If the plan succeeds, Los Alamitos would become the first track to offer Thoroughbred racing during the day and Quarter Horse racing at night. Los Alamitos, which leads the nation in Quarter Horse handle, has not conducted a Thoroughbred meeting since the Orange County fair meeting ended in 1991.

"It's hard for me to imagine how it can't help to bring live Thoroughbred racing to not just a new market, but one of the most lucrative markets in the nation," McKinzie said. "It will benefit Santa Anita and Del Mar. We'll reach new fans, and when we're not racing, the new fans will go to Santa Anita or Del Mar."

The proposal to co-exist with Quarter Horses has raised some eyebrows among Thoroughbred officials, and the absence of Hollywood Park would presumably set off a battle for dates among Santa Anita; Oak Tree, which races at Santa Anita; and Del Mar.

But Jack Liebau, the president of Hollywood Park, said he supports the proposal.

"I think it's a fantastic alternative for Southern California," Liebau said. "We have a close relationship with Ed Allred."

Ron Charles, the president of Santa Anita and a horse owner, is more circumspect.

"It's a difficult undertaking," Charles said. "It's not just a cosmetic improvement. I think they have the best of intentions, but there are a lot of questions. If this does move forward, the industry will need a lot more specifics."

Some racing officials have quietly mentioned building a racetrack in Indio, Calif., near Palm Springs, but no formal proposals have been introduced. In addition, Fairplex Park has indicated a desire to expand its five-eighths-mile dirt track and build a turf course on the Los Angeles County Fairgrounds in Pomona, but continues to seek a financing source.

Earlier this year, McKinzie presented the Los Alamitos expansion plan to the board of the Thoroughbred Owners of California, whose officials have taken a guarded approach.

"It's an option," said TOC president Drew Couto. "We feel [Pegram's] motivation is genuine.
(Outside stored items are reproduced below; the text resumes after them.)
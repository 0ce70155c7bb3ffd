package org.shearstack.rules;

import static org.junit.jupiter.api.Assertions.assertEquals;
import static org.junit.jupiter.api.Assertions.assertFalse;
import static org.junit.jupiter.api.Assertions.assertThrows;
import static org.junit.jupiter.api.Assertions.assertTrue;
import static org.shearstack.spec.Dimension.LENGTH;
import static org.shearstack.spec.Dimension.TEXT;

import java.util.List;
import org.junit.jupiter.api.Test;
import org.shearstack.design.ResolvedDesign;

class EngineTest {

    private static final Key A = Key.of("test.a", LENGTH);
    private static final Key B = Key.of("test.b", LENGTH);
    private static final Key C = Key.of("test.c", LENGTH);
    private static final Key D = Key.of("test.d", LENGTH);
    private static final Key OPT = Key.of("test.optional", LENGTH);
    private static final Key WORD = Key.of("test.word", TEXT);

    /** b = a + 1 */
    private static final Rule AB = FunctionRule.of("T-AB", List.of(A), List.of(B),
            (in, out) -> out.put(B, in.get(A) + 1, "a + 1", "test"));
    /** c = 2 b, and d = c + optional (when present) */
    private static final Rule BC = FunctionRule.of("T-BC", List.of(B, OPT), List.of(C, D), (in, out) -> {
        double c = 2 * in.get(B);
        out.put(C, c, "2 b", "test");
        out.put(D, c + in.find(OPT).orElse(0.0), "c + optional", "test");
    });

    private static Seed spec(Key k, double v) {
        return Seed.number(k, v, Derivation.Origin.SPEC, k.name(), "as written", "t.yaml:1:1");
    }

    @Test
    void rulesRunInDependencyOrderWhateverTheRegistrationOrder() {
        Engine e = Engine.of(List.of(BC, AB));
        assertEquals(List.of("T-AB", "T-BC"), e.order().stream().map(Rule::id).toList());
        Resolution r = e.resolve("x", "t.yaml", List.of(spec(A, 10)));
        assertTrue(r.complete());
        ResolvedDesign d = r.design();
        assertEquals(11, d.get(B));
        assertEquals(22, d.get(C));
        assertEquals(22, d.get(D));
        Derivation dc = d.derivation(C);
        assertEquals("T-BC", dc.ruleId());
        assertEquals(Derivation.Origin.RULE, dc.origin());
        // the optional input was consulted and absent: recorded as such
        assertEquals(List.of(new Derivation.Input(B, "11 mm"), new Derivation.Input(OPT, "(absent)")), dc.inputs());
    }

    @Test
    void optionalInputIsReadWhenPresentAndRecorded() {
        ResolvedDesign d = Engine.of(List.of(AB, BC)).resolve("x", "t", List.of(spec(A, 10), spec(OPT, 0.5))).design();
        assertEquals(22.5, d.get(D));
        assertEquals(List.of(new Derivation.Input(B, "11 mm"), new Derivation.Input(OPT, "0.5 mm")),
                d.derivation(D).inputs());
    }

    @Test
    void cycleIsReportedWithItsKeys() {
        Rule ca = FunctionRule.of("T-CA", List.of(C), List.of(A), (in, out) -> out.put(A, in.get(C), "c", "test"));
        RuleGraphException ex = assertThrows(RuleGraphException.class, () -> Engine.of(List.of(AB, BC, ca)));
        assertEquals(List.of("test.a", "test.b", "test.c").stream().sorted().toList(),
                ex.keys().stream().sorted().toList());
        assertTrue(ex.getMessage().startsWith("cycle between rules:"), ex.getMessage());
        assertTrue(ex.getMessage().contains("(keys test.a, test.b, test.c)"), ex.getMessage());
    }

    @Test
    void keyWrittenByTwoRulesIsReportedWithTheKeyAndBothRules() {
        Rule other = FunctionRule.of("T-OTHER", List.of(), List.of(B), (in, out) -> out.put(B, 1, "one", "test"));
        RuleGraphException ex = assertThrows(RuleGraphException.class, () -> Engine.of(List.of(AB, other)));
        assertEquals(List.of("test.b"), ex.keys());
        assertEquals("keys written by more than one rule: test.b (T-AB, T-OTHER)", ex.getMessage());
    }

    @Test
    void oneKeyNameWithTwoDimensionsIsRefused() {
        Rule wrong = FunctionRule.of("T-WRONG", List.of(Key.of("test.b", TEXT)), List.of(WORD),
                (in, out) -> out.putText(WORD, "w", "", ""));
        RuleGraphException ex = assertThrows(RuleGraphException.class, () -> Engine.of(List.of(AB, wrong)));
        assertEquals(List.of("test.b"), ex.keys());
    }

    @Test
    void pinReplacesTheRuleOutputWhichIsKept() {
        ResolvedDesign d = Engine.of(List.of(AB, BC)).resolve("x", "t", List.of(spec(A, 10), spec(B, 3))).design();
        assertEquals(3, d.get(B));
        assertEquals(6, d.get(C), "downstream rules see the pin");
        assertEquals(Derivation.Origin.PINNED, d.derivation(B).origin());
        var over = d.overridden(B).orElseThrow();
        assertEquals("T-AB", over.derivation().ruleId());
        assertEquals(11, over.number());
        assertTrue(d.explain(B).contains("pinned over rule T-AB, which gives 11 mm (a + 1)"), d.explain(B));
    }

    @Test
    void missingInputIsReportedOnceAtItsRootAndDownstreamRulesAreSkipped() {
        Resolution r = Engine.of(List.of(AB, BC)).resolve("x", "t", List.of());
        assertEquals(List.of(new MissingInput(A, "T-AB")), r.missing());
        assertFalse(r.design().has(B));
        assertFalse(r.design().has(C));
    }

    @Test
    void defaultsGiveWayToRulesButProfileValuesMayNotBeDerived() {
        Seed def = Seed.number(B, 99, Derivation.Origin.DEFAULT, "default", "", "");
        ResolvedDesign d = Engine.of(List.of(AB)).resolve("x", "t", List.of(spec(A, 1), def)).design();
        assertEquals(2, d.get(B));
        Seed prof = Seed.number(B, 99, Derivation.Origin.PROFILE, "p", "", "");
        assertThrows(RuleGraphException.class, () -> Engine.of(List.of(AB)).resolve("x", "t", List.of(prof)));
    }

    @Test
    void contractBreachesAreInternalErrorsNamingTheRule() {
        Rule undeclaredRead = FunctionRule.of("T-SNEAK", List.of(), List.of(B), (in, out) -> out.put(B, in.get(A), "", ""));
        RuleFailedException e1 = assertThrows(RuleFailedException.class,
                () -> Engine.of(List.of(undeclaredRead)).resolve("x", "t", List.of(spec(A, 1))));
        assertEquals("T-SNEAK", e1.ruleId());
        Rule lazy = FunctionRule.of("T-LAZY", List.of(), List.of(B, C), (in, out) -> out.put(B, 1, "", ""));
        assertThrows(RuleFailedException.class, () -> Engine.of(List.of(lazy)).resolve("x", "t", List.of()));
        Rule nan = FunctionRule.of("T-NAN", List.of(), List.of(B), (in, out) -> out.put(B, Double.NaN, "", ""));
        assertThrows(RuleFailedException.class, () -> Engine.of(List.of(nan)).resolve("x", "t", List.of()));
    }

    @Test
    void explainPrintsTheTreeWithSources() {
        ResolvedDesign d = Engine.of(List.of(AB, BC)).resolve("x", "t", List.of(spec(A, 10))).design();
        assertEquals("""
                test.c = 22 mm   [rule T-BC]
                    how: 2 b
                    source: test
                  | test.b = 11 mm   [rule T-AB]
                  |     how: a + 1
                  |     source: test
                  |   | test.a = 10 mm   [spec]
                  |   |     how: as written
                  |   |     source: t.yaml:1:1
                  | test.optional = (absent)
                """, d.explain(C));
    }
}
The board said it is premature to say we're backing them. We're looking at other options."

In the meantime, Los Alamitos is finishing a fancy set of blueprints, meeting with city officials, and waiting to see what happens with Hollywood Park. If Hollywood Park stays in business past the three-year mark, into 2009, then the Los Alamitos proposal could disappear. Also, a lack of support from the Thoroughbred community could lead Pegram to walk away.

"One thing we didn't want to do is promise something that we can't deliver," Pegram said. "I think we'll be in a position in mid-year that we've jumped through all our hurdles. It's important for the industry to decide whether they want it sooner or later. It may not be there later.

"Everybody has floated this idea of racing in the desert. Who's funding it, and why are we going out there? If someone has a better option than Los Alamitos, let's see it.

"We've laid out our complete package. We're not talking about pipe dreaming, or Indian income, or subsidies, or slot machines. Plain talk is easily understood, and I hope we're talking plain to the industry."